Sebanyak 175 warga negara Indonesia (WNI) yang menetap di Oman mengikuti upacara bendera memperingati HUT ke-81 Kemerdekaan RI di KBRI Muscat, Senin pagi waktu setempat. Mengenakan batik dan kebaya bernuansa merah putih, mereka hadir bukan sekadar merayakan hari bersejarah, tetapi juga menegaskan bahwa keramahan Indonesia tetap hidup ribuan kilometer dari tanah air.
Duta Besar RI untuk Oman merangkap Yaman, Andi Rahadian, yang bertindak sebagai pembina upacara, menyebut kegiatan ini sebagai momentum strategis untuk memperkenalkan wajah Indonesia yang beragam dan ramah kepada warga Oman serta komunitas asing lainnya. Menurut keterangan resmi KBRI yang diterima di Jakarta, upacara yang dimulai pukul 06.30 waktu setempat itu juga menjadi sarana mempererat kebersamaan di antara diaspora yang terdiri dari pekerja migran, pelajar, dan masyarakat umum.
Di tengah hiruk-pikuk peringatan kemerdekaan di dalam negeri, perayaan di Muscat menyimpan makna tersendiri. Bagi para pekerja migran Indonesia di kawasan Teluk, momen seperti ini adalah pengingat bahwa kontribusi mereka untuk bangsa tidak pernah terputus oleh jarak. Alfanov, seorang WNI yang telah bekerja di Oman selama tiga tahun, mengaku bersyukur bisa hadir dan berharap upacara ini menyadarkan rekan-rekannya untuk tetap mengabdi pada Indonesia meski berada di perantauan.

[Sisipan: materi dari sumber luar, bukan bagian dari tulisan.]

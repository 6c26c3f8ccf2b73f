import { BlockMover } from './block-mover.ts';
import { canLeave, type ContiguityScratch } from './contiguity.ts';
import { Dice, rises } from './dice.ts';
import { wishEnergy, type Wishes } from './search-energy.ts';
import { Penalty } from './search-penalty.ts';
import type { SearchState } from './search-state.ts';

/** How an annealing goes; weights are in moves of mean cost. */
export interface AnnealSettings extends Wishes {
	proposals: number;
	seed: number;
	/** temperature at the start and at the end */
	hot: number;
	cold: number;
	/** penalty for a mean unit outside tolerance, at the start and at the end */
	loose: number;
	strict: number;
	/** penalty at the end for being outside tolerance at all, however little */
	step: number;
	/** weight of the quadratic term at the start; it fades to `spreadEnd` */
	spread: number;
	/** share of proposals that are chains of two steps, of 65,536 */
	chains: number;
	/** territories that take part; all others stay as they are */
	territories: Int32Array;
	/** true ends the run */
	cancelled?: () => boolean;
	progress?: (share: number) => void;
}

/** Proposals between two looks at temperature, weights and the best so far. */
const ROUND = 2048;
/** What a pair not kept apart costs, in moves. */
const CONFLICT = 1000;

/**
 * Simulated annealing over border units. A proposal moves one unit to a bordering territory, or passes
 * on a unit s -> t and another t -> r at once, most of them from territories outside tolerance.
 * Leaves the state at the best assignment met that is within tolerance and keeps every pair apart; when
 * none was met, at the last. Contiguity and the rules on units hold throughout.
 *
 * Source of the method: S. Kirkpatrick, C. D. Gelatt, M. P. Vecchi, Optimization by Simulated
 * Annealing, Science 220 (1983).
 */
export class Annealer {
	private readonly state: SearchState;
	private readonly settings: AnnealSettings;
	private readonly dice: Dice;
	private readonly scratch: ContiguityScratch;
	private readonly penalty: Penalty;
	private readonly blocks: BlockMover;
	/** 1 for territories that take part */
	private readonly active: Uint8Array;
	private readonly units: Int32Array;
	private temperature = 1;
	private readonly best: Int32Array;
	private bestEnergy = Infinity;
	/** of the chain in hand: second unit and where it goes */
	private second = -1;
	private secondTo = -1;

	constructor(state: SearchState, settings: AnnealSettings, scratch: ContiguityScratch) {
		this.state = state;
		this.settings = settings;
		this.dice = new Dice(settings.seed);
		this.scratch = scratch;
		this.penalty = new Penalty(state);
		this.blocks = new BlockMover(state);
		this.active = new Uint8Array(state.terms.prepared.territories);
		for (const t of settings.territories) this.active[t] = 1;
		const units: number[] = [];
		for (const t of settings.territories) {
			for (let i = 0; i < state.sizes[t]; i++) {
				const unit = state.members[t][i];
				if (state.terms.movable[unit]) units.push(unit);
			}
		}
		this.units = Int32Array.from(units).sort();
		this.best = new Int32Array(this.units.length);
	}

	/** Runs to the end of the budget; answers whether a plan within tolerance was met. */
	run(): boolean {
		const { proposals, chains, cancelled, progress } = this.settings;
		if (this.units.length === 0) return this.isSound();
		for (let done = 0; done < proposals; done += ROUND) {
			this.cool(done / proposals);
			this.keepBest();
			for (let i = 0; i < ROUND; i++) this.propose(this.dice.chance(chains));
			if ((done / ROUND) % 64 === 63) {
				if (cancelled?.()) break;
				progress?.(done / proposals);
			}
		}
		this.keepBest();
		return this.restoreBest();
	}

	private cool(share: number): void {
		const { hot, cold, loose, strict, step, spread, spreadEnd, territories } = this.settings;
		this.temperature = hot * (cold / hot) ** share;
		const fade = Math.max(0, 1 - share / 0.7);
		this.state.sumLoads();
		this.penalty.weigh(
			loose * (strict / loose) ** share,
			step * share ** 2,
			spreadEnd + (spread - spreadEnd) * fade,
			territories,
		);
	}

	private isSound(): boolean {
		return this.outsideHere() === 0 && this.state.conflicts() === 0;
	}

	/** Territories outside tolerance among those that take part. */
	private outsideHere(): number {
		let count = 0;
		for (let i = 0; i < this.state.outsideCount; i++) count += this.active[this.state.outside[i]];
		return count;
	}

	private keepBest(): void {
		const energy = wishEnergy(this.state, this.settings, this.settings.territories);
		if (energy >= this.bestEnergy - 1e-9 || !this.isSound()) return;
		this.bestEnergy = energy;
		for (let i = 0; i < this.units.length; i++) {
			this.best[i] = this.state.assignment[this.units[i]];
		}
	}

	private restoreBest(): boolean {
		if (this.bestEnergy === Infinity) return false;
		for (let i = 0; i < this.units.length; i++) {
			if (this.state.assignment[this.units[i]] !== this.best[i]) {
				this.state.move(this.units[i], this.best[i]);
			}
		}
		this.state.sumLoads();
		return true;
	}

	private propose(chain: boolean): void {
		const { outsideCount, outside, terms } = this.state;
		if (terms.apartPairs.length > 0 && this.dice.chance(3000)) return this.part();
		if (outsideCount > 0 && this.dice.chance(45000)) {
			const t = outside[this.dice.below(outsideCount)];
			if (!this.active[t]) return;
			if (this.state.side(t) > 0) this.give(t, chain);
			else this.take(t, chain);
			return;
		}
		const unit = this.units[this.dice.below(this.units.length)];
		this.consider(unit, this.foreign(unit), chain);
	}

	/** One of a pair to be kept apart goes to a neighbour, if they are together. */
	private part(): void {
		const { assignment, terms } = this.state;
		const at = this.dice.below(terms.apartPairs.length);
		const unit = terms.apartPairs[at];
		if (!this.meets(unit, assignment[unit])) return;
		this.consider(unit, this.foreign(unit), false);
	}

	/** A member of `t` goes to a neighbour. */
	private give(t: number, chain: boolean): void {
		const { members, sizes } = this.state;
		for (let tries = 0; tries < 4; tries++) {
			const unit = members[t][this.dice.below(sizes[t])];
			const to = this.foreign(unit);
			if (to >= 0) return this.consider(unit, to, chain);
		}
	}

	/** A unit that borders on a member of `t` comes to it. */
	private take(t: number, chain: boolean): void {
		const { members, sizes, assignment, terms } = this.state;
		const { offsets, targets } = terms.prepared.graph;
		for (let tries = 0; tries < 4; tries++) {
			const member = members[t][this.dice.below(sizes[t])];
			const degree = offsets[member + 1] - offsets[member];
			if (degree === 0) continue;
			const unit = targets[offsets[member] + this.dice.below(degree)];
			if (assignment[unit] !== t) return this.consider(unit, t, chain);
		}
	}

	/** The territory of a random neighbour of `unit` that is in another, -1 for none. */
	private foreign(unit: number): number {
		const { assignment, terms } = this.state;
		const { offsets, targets } = terms.prepared.graph;
		const start = offsets[unit];
		const degree = offsets[unit + 1] - start;
		if (degree === 0) return -1;
		const own = assignment[unit];
		let i = this.dice.below(degree);
		for (let k = 0; k < degree; k++) {
			const t = assignment[targets[start + i]];
			if (t !== own) return t;
			if (++i === degree) i = 0;
		}
		return -1;
	}

	private mayGo(unit: number, to: number): boolean {
		const { terms } = this.state;
		return (
			this.active[to] === 1 &&
			terms.may[terms.row[unit] * terms.prepared.territories + to] === 1 &&
			this.active[this.state.assignment[unit]] === 1
		);
	}

	private consider(unit: number, to: number, chain: boolean): void {
		const { terms } = this.state;
		if (to < 0 || !terms.movable[unit] || !this.mayGo(unit, to)) return;
		if (terms.grouped[unit]) return this.considerBlock(unit, to);
		if (terms.apart[unit] && this.meets(unit, to)) return;
		if (chain && this.chooseSecond(unit, to)) this.tryChain(unit, to);
		else if (!chain) this.tryStep(unit, to);
	}

	/** Whether a unit that must be apart from `unit` is in `to`. */
	private meets(unit: number, to: number): boolean {
		const { assignment, terms } = this.state;
		for (const other of terms.apart[unit] as Int32Array) if (assignment[other] === to) return true;
		return false;
	}

	private limit(): number {
		return this.temperature * rises[this.dice.next() & 4095];
	}

	/** Change of cost when `unit` goes from `from` to `to`, and of conflicts that end thereby. */
	private moveChange(unit: number, from: number, to: number): number {
		const { cost, prepared, apart } = this.state.terms;
		const today = prepared.problem.today[unit];
		const { moveWeight } = this.settings;
		let change = 0;
		if (from === today) change = moveWeight * cost[unit];
		else if (to === today) change = -moveWeight * cost[unit];
		if (apart[unit] && this.meets(unit, from)) change -= CONFLICT;
		return change;
	}

	private tryStep(unit: number, to: number): void {
		const { state, penalty } = this;
		const from = state.assignment[unit];
		const after = penalty.at(from, -1, unit) + penalty.at(to, unit, -1);
		const change =
			after -
			penalty.now[from] -
			penalty.now[to] +
			this.moveChange(unit, from, to) +
			this.settings.cutWeight * state.cutChange(unit, from, to);
		if (change > 0 && change > this.limit()) return;
		if (!this.leavesWhole(unit)) return;
		state.move(unit, to);
		penalty.refresh(from);
		penalty.refresh(to);
	}

	/** Finds a unit of `middle` to pass on when `first` has come to it. */
	private chooseSecond(first: number, middle: number): boolean {
		const { members, sizes, terms } = this.state;
		for (let tries = 0; tries < 3; tries++) {
			const unit = members[middle][this.dice.below(sizes[middle])];
			const to = this.foreign(unit);
			if (to < 0 || unit === first || !terms.movable[unit] || terms.grouped[unit]) continue;
			if (!this.mayGo(unit, to) || (terms.apart[unit] && this.meets(unit, to))) continue;
			this.second = unit;
			this.secondTo = to;
			return true;
		}
		return false;
	}

	private tryChain(first: number, middle: number): void {
		const { state, penalty, second, secondTo } = this;
		const from = state.assignment[first];
		const swap = secondTo === from;
		let change = penalty.at(middle, first, second) - penalty.now[middle] - penalty.now[from];
		if (swap) change += penalty.at(from, second, first);
		else {
			change += penalty.at(from, -1, first) + penalty.at(secondTo, second, -1);
			change -= penalty.now[secondTo];
		}
		change += this.moveChange(first, from, middle) + this.moveChange(second, middle, secondTo);
		change += this.settings.cutWeight * this.chainCuts(first, from, middle);
		if (change > 0 && change > this.limit()) return;
		if (!this.leavesWhole(first)) return;
		state.move(first, middle);
		if (!this.touches(second, secondTo) || !this.leavesWhole(second)) {
			state.move(first, from);
			return;
		}
		state.move(second, secondTo);
		penalty.refresh(from);
		penalty.refresh(middle);
		if (!swap) penalty.refresh(secondTo);
	}

	private leavesWhole(unit: number): boolean {
		const { assignment, sizes, terms } = this.state;
		if (sizes[assignment[unit]] < 2) return false;
		return canLeave(terms.prepared.graph, assignment, unit, this.scratch);
	}

	private touches(unit: number, territory: number): boolean {
		const { offsets, targets } = this.state.terms.prepared.graph;
		for (let i = offsets[unit]; i < offsets[unit + 1]; i++) {
			if (this.state.assignment[targets[i]] === territory) return true;
		}
		return false;
	}

	/** Cut borders more when `first` goes from -> middle and the second unit middle -> its territory. */
	private chainCuts(first: number, from: number, middle: number): number {
		const { state, second, secondTo } = this;
		const { offsets, targets } = state.terms.prepared.graph;
		let change = state.cutChange(first, from, middle);
		for (let i = offsets[second], end = offsets[second + 1]; i < end; i++) {
			const other = targets[i];
			const t = other === first ? middle : state.assignment[other];
			if (t === middle) change++;
			else if (t === secondTo) change--;
		}
		return change;
	}

	private considerBlock(unit: number, to: number): void {
		const { blocks, penalty, state } = this;
		const from = state.assignment[unit];
		const block = state.terms.prepared.block[unit];
		if (!blocks.mayGo(block, to)) return;
		const before = penalty.now[from] + penalty.now[to];
		const { cost, cuts } = state;
		const conflicts = state.conflicts();
		blocks.move(block, to);
		penalty.refresh(from);
		penalty.refresh(to);
		const { moveWeight, cutWeight } = this.settings;
		const change =
			penalty.now[from] +
			penalty.now[to] -
			before +
			moveWeight * (state.cost - cost) +
			cutWeight * (state.cuts - cuts) +
			CONFLICT * (state.conflicts() - conflicts);
		if (change <= 0 || change <= this.limit()) return;
		blocks.move(block, from);
		penalty.refresh(from);
		penalty.refresh(to);
	}
}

Andi juga mengumumkan rencana KBRI Muscat untuk menggelar "Pesta Rakyat" pada Oktober 2026. Acara ini dirancang sebagai ajang silaturahim yang lebih luas, tidak hanya melibatkan diaspora Indonesia tetapi juga masyarakat Oman. Langkah ini dinilai sebagai upaya diplomasi budaya yang konkret, memperkuat hubungan bilateral yang selama ini didominasi oleh kerja sama ekonomi dan ketenagakerjaan.
Bagi Indonesia, diaspora di Timur Tengah bukan sekadar pengirim remitansi. Mereka adalah duta informal yang membentuk persepsi publik tentang bangsa ini. Kehadiran mereka dalam upacara kenegaraan, lengkap dengan busana tradisional, menjadi simbol bahwa identitas budaya Indonesia tidak luntur oleh modernitas atau jarak geografis. Hal ini sejalan dengan tren peningkatan peran diaspora dalam diplomasi publik yang digalakkan pemerintah dalam beberapa tahun terakhir.
Setelah upacara, acara dilanjutkan dengan syukuran bersama. Andi melakukan tradisi potong tumpeng, sebuah ritual yang kerap menjadi penanda kebersamaan dalam perayaan Indonesia. Momen ini tidak hanya mempererat ikatan emosional antar-WNI, tetapi juga memberikan kesempatan bagi warga Oman untuk merasakan langsung kehangatan budaya Indonesia.
Ke depan, pertanyaan yang mengemuka adalah bagaimana perayaan serupa dapat dimanfaatkan lebih jauh untuk mendukung kepentingan nasional, misalnya dalam promosi pariwisata atau produk budaya. Dengan rencana "Pesta Rakyat" yang lebih besar tahun depan, KBRI Muscat tampaknya ingin memastikan bahwa semangat kemerdekaan tidak berhenti pada upacara seremonial, melainkan menjadi jembatan yang menghubungkan dua bangsa.